> **INSTRUCTIONS TO FOLLOW**: Check each line of the listing below for the string "band", then copy every line that has it.

====

describe("psdgate psd", () => {
  it("prints the human summary: RMS both ways, averages, DOF, peaks, band RMS", async () => {
    const r = await cli("psd", "samples/tern7-flight.csv", "--fmin", "10", "--fmax", "1500");
    expect(r.code).toBe(0);
    expect(r.stdout).toMatch(
      /RMS +3\.5\d+ g from the time history \(trend removed\), 3\.5\d+ g of the detrended segments, 3\.5\d+ g from the PSD\n +Parseval +PSD \/ segments (1\.00|0\.99)\d+ \(agree/,
    );
    expect(r.stdout).toMatch(/averages +\d+, [\d.]+ degrees of freedom/);
    expect(r.stdout).toMatch(/band +10–1500 Hz: RMS/);
    expect(r.stdout).toContain("g²/Hz");
  });
  it("--json carries the documented keys", async () => {
    const j = JSON.parse((await cli("psd", "samples/kb210-run.wav", "--json", "--channel", "2")).stdout);
    expect(Object.keys(j)).toEqual(["tool", "meta", "input", "settings", "analysis", "frequencyHz", "channels"]);
    expect(j.tool.name).toBe("psdgate");
    for (const k of ["file", "sha256", "sampleRateHz", "samples", "durationS"]) expect(j.input).toHaveProperty(k);
    for (const k of ["window", "segment", "overlap", "detrend", "confidence", "resolutionHz"])
      expect(j.settings).toHaveProperty(k);
    expect(j.channels.length).toBe(1);
    const c = j.channels[0];
    for (const k of [
      "name",
      "units",
      "psd",
      "lower",
      "upper",
      "averages",
      "dof",
      "rmsTime",
      "rmsPsd",
      "parsevalRatio",
      "stats",
    ])
      expect(c).toHaveProperty(k);
    expect(c.name).toBe("ch2");
    expect(c.units).toBe("g2/Hz");
    expect(c.psd.length).toBe(j.frequencyHz.length);
    expect(j.input.sha256).toBe(
      (await import("node:crypto")).createHash("sha256").update(readFileSync("samples/kb210-run.wav")).digest("hex"),
    );
  });
  it("--result-units m/s2 scales the PSD by g_n^2 = 9.80665^2 (CGPM 1901)", async () => {
    const a = JSON.parse((await cli("psd", "samples/kb210-run-short.wav", "--json")).stdout).channels[0];
    const b = JSON.parse((await cli("psd", "samples/kb210-run-short.wav", "--json", "--result-units", "m/s2")).stdout)
      .channels[0];
    expect(b.units).toBe("(m/s2)2/Hz");
    expect(b.psd[100] / a.psd[100]).toBeCloseTo(9.80665 ** 2, 9);
  });
  it("--sensitivity CH=S and --scale CH=K are recorded per channel in the JSON (reading)", async () => {
    const f = join(dir, "volts.csv");
    let s = "time,v1 [mV],v2 [V]\n";
    for (let i = 0; i < 64; i++)
      s += `${(i / 100).toFixed(2)},${(Math.sin(i) * 100).toFixed(3)},${Math.cos(i).toFixed(4)}\n`;
    writeFileSync(f, s);
    const r = await cli(
      "psd",
      f,
      "--segment",
      "16",
      "--sensitivity",
      "v1=100mV/g",
      "--sensitivity",
      "v2=10mV/(m/s2)",
      "--scale",
      "v2=0.5",
      "--json",
    );
    expect(r.code, r.stderr).toBe(0);
    const j = JSON.parse(r.stdout);
    expect(j.channels[0].reading).toMatchObject({
      fileUnit: "mV",
      unitFrom: "sensitivity",
      sensitivity: "100mV/g",
      scale: 1,
    });
    expect(j.channels[0].units).toBe("g2/Hz");
    expect(j.channels[1].reading).toMatchObject({ fileUnit: "V", sensitivity: "10mV/(m/s2)", scale: 0.5 });
    expect(j.channels[1].units).toBe("(m/s2)2/Hz");
    expect(j.channels[1].reading.factor).toBeCloseTo(50, 12);
  });
  it("CSV and WAV of the same synthesised record give the same PSD (to float32 precision)", async () => {
    const wav = join(dir, "same.wav");
    const csv = join(dir, "same.csv");
    for (const out of [wav, csv])
      expect(
        (
          await cli(
            "synth",
            "-p",
            "samples/profiles/tern7-gimbal.yaml",
            "-d",
            "5",
            "--rate",
            "4096",
            "--seed",
            "5",
            "-o",
            out,
          )
        ).code,
      ).toBe(0);
    const a = JSON.parse((await cli("psd", wav, "--json", "--segment", "1024")).stdout);
    const b = JSON.parse((await cli("psd", csv, "--json", "--segment", "1024")).stdout);
    expect(b.input.sampleRateHz).toBe(4096);
    expect(maxRelDiff(a.channels[0].psd, b.channels[0].psd)).toBeLessThan(1e-6);
  });
  it("--csv writes frequency, psd, lower, upper per channel; refuses an existing file without --force and the input itself", async () => {
    const out = join(dir, "psd.csv");
    expect((await cli("psd", "samples/kb210-run.wav", "--csv", out)).code).toBe(0);
    const lines = readFileSync(out, "utf8").trim().split("\n");
    expect(lines[0]).toBe(
      "frequency_hz,ch1_psd [g2/Hz],ch1_lower [g2/Hz],ch1_upper [g2/Hz],ch2_psd [g2/Hz],ch2_lower [g2/Hz],ch2_upper [g2/Hz]",
    );
    expect(lines.length).toBe(2049 + 1);
    const again = await cli("psd", "samples/kb210-run.wav", "--csv", out);
    expect(again.code).toBe(2);
    expect(again.stderr).toContain("[OUTPUT_EXISTS]");
    expect((await cli("psd", "samples/kb210-run.wav", "--csv", out, "--force")).code).toBe(0);
    const self = await cli("psd", "samples/kb210-run.wav", "--csv", "samples/kb210-run.wav", "--force");
    expect(self.code).toBe(2);
    expect(self.stderr).toContain("[OUTPUT_IS_INPUT]");
    expect(readFileSync("samples/kb210-run.wav").subarray(0, 4).toString()).toBe("RIFF");
  });
  it("--peak-hold: --csv adds a peak_hold column per channel (the --json peakHold line by line), and --report draws it beside the average with a legend entry, which verify reproduces", async () => {
    const out = join(dir, "hold.csv");
    const page = join(dir, "hold.html");
    const r = await cli("psd", "samples/kb210-run.wav", "--peak-hold", "2", "--csv", out, "--report", page);
    expect(r.code).toBe(0);
    const lines = readFileSync(out, "utf8").trim().split("\n");
    expect(lines[0]).toBe(
      "frequency_hz,ch1_psd [g2/Hz],ch1_lower [g2/Hz],ch1_upper [g2/Hz],ch1_peak_hold [g2/Hz],ch2_psd [g2/Hz],ch2_lower [g2/Hz],ch2_upper [g2/Hz],ch2_peak_hold [g2/Hz]",
    );
    const j = JSON.parse((await cli("psd", "samples/kb210-run.wav", "--peak-hold", "2", "--json")).stdout);
    const hold = j.channels[1].peakHold.psd as number[];
    expect(lines.length).toBe(hold.length + 1);
    for (const k of [1, 100, 1000, hold.length - 1]) expect(Number(lines[k + 1]!.split(",")[8])).toBe(hold[k]);
    const html = readFileSync(page, "utf8");
    expect(html.match(/data-series="peak-hold"/g)).toHaveLength(2);
    expect(html.match(/class="legend-text"[^>]*>peak-hold \(2 s stretches\)</g)).toHaveLength(2);
    expect(html).toContain("Peak-hold (largest stretch level at each line)");
    const v = await cli("verify", page);
    expect(v.code).toBe(0);
    expect(v.stdout).toMatch(/REPRODUCED/);
    // Without --peak-hold: no column, no curve, no extra style element.
    expect((await cli("psd", "samples/kb210-run.wav", "--report", page, "--force")).code).toBe(0);
    expect(readFileSync(page, "utf8")).not.toContain("peak-hold");
  });
  it("synth never replaces its profile (a CSV profile is also a valid output), however the path is spelled, even with --force", async () => {
    const prof = join(dir, "spec.csv");
    writeFileSync(prof, "hz,level\n20,0.01\n80,0.04\n350,0.04\n2000,0.007\n");
    const before = readFileSync(prof);
    const r = await cli(
      "synth",
      "-p",
      prof,
      "-d",
      "1",
      "--rate",
      "5120",
      "-o",
      join(dir, ".", "..", basename(dir), "spec.csv"),
      "--force",
    );
    expect(r.code).toBe(2);
    expect(r.stderr).toContain("[OUTPUT_IS_INPUT]");
    expect(readFileSync(prof).equals(before)).toBe(true);
  });
  it("an output onto an input is refused by real path, for every writer", async () => {
    const prof = join(dir, "p2.json");
    writeFileSync(prof, readFileSync("samples/profiles/kb210-controller.json"));
    const { createTimeHistoryWriter } = await import("../../src/report/timeHistoryWriter.js");
    await expect(
      createTimeHistoryWriter(`${dir}/./p2.wav`, {
        sampleRateHz: 10,
        channelNames: ["a"],
        units: "g",
        force: true,
        option: "--out",
        inputs: [`${dir}/p2.wav`],
      }),
    ).rejects.toThrow(/OUTPUT_IS_INPUT/);
  });
  it("inspect shows channels, rate, duration and statistics", async () => {
    const r = await cli("inspect", "samples/tern7-flight.csv");
    expect(r.code).toBe(0);
    expect(r.stdout).toContain("81920 samples at 4096 Hz = 20.000 s");
    expect(r.stdout).toMatch(/kurtosis 2\.9\d\d/);
  });
});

====

> **SOLUTION TO THIS EXERCISE**:
  it("prints the human summary: RMS both ways, averages, DOF, peaks, band RMS", async () => {
    expect(r.stdout).toMatch(/band +10–1500 Hz: RMS/);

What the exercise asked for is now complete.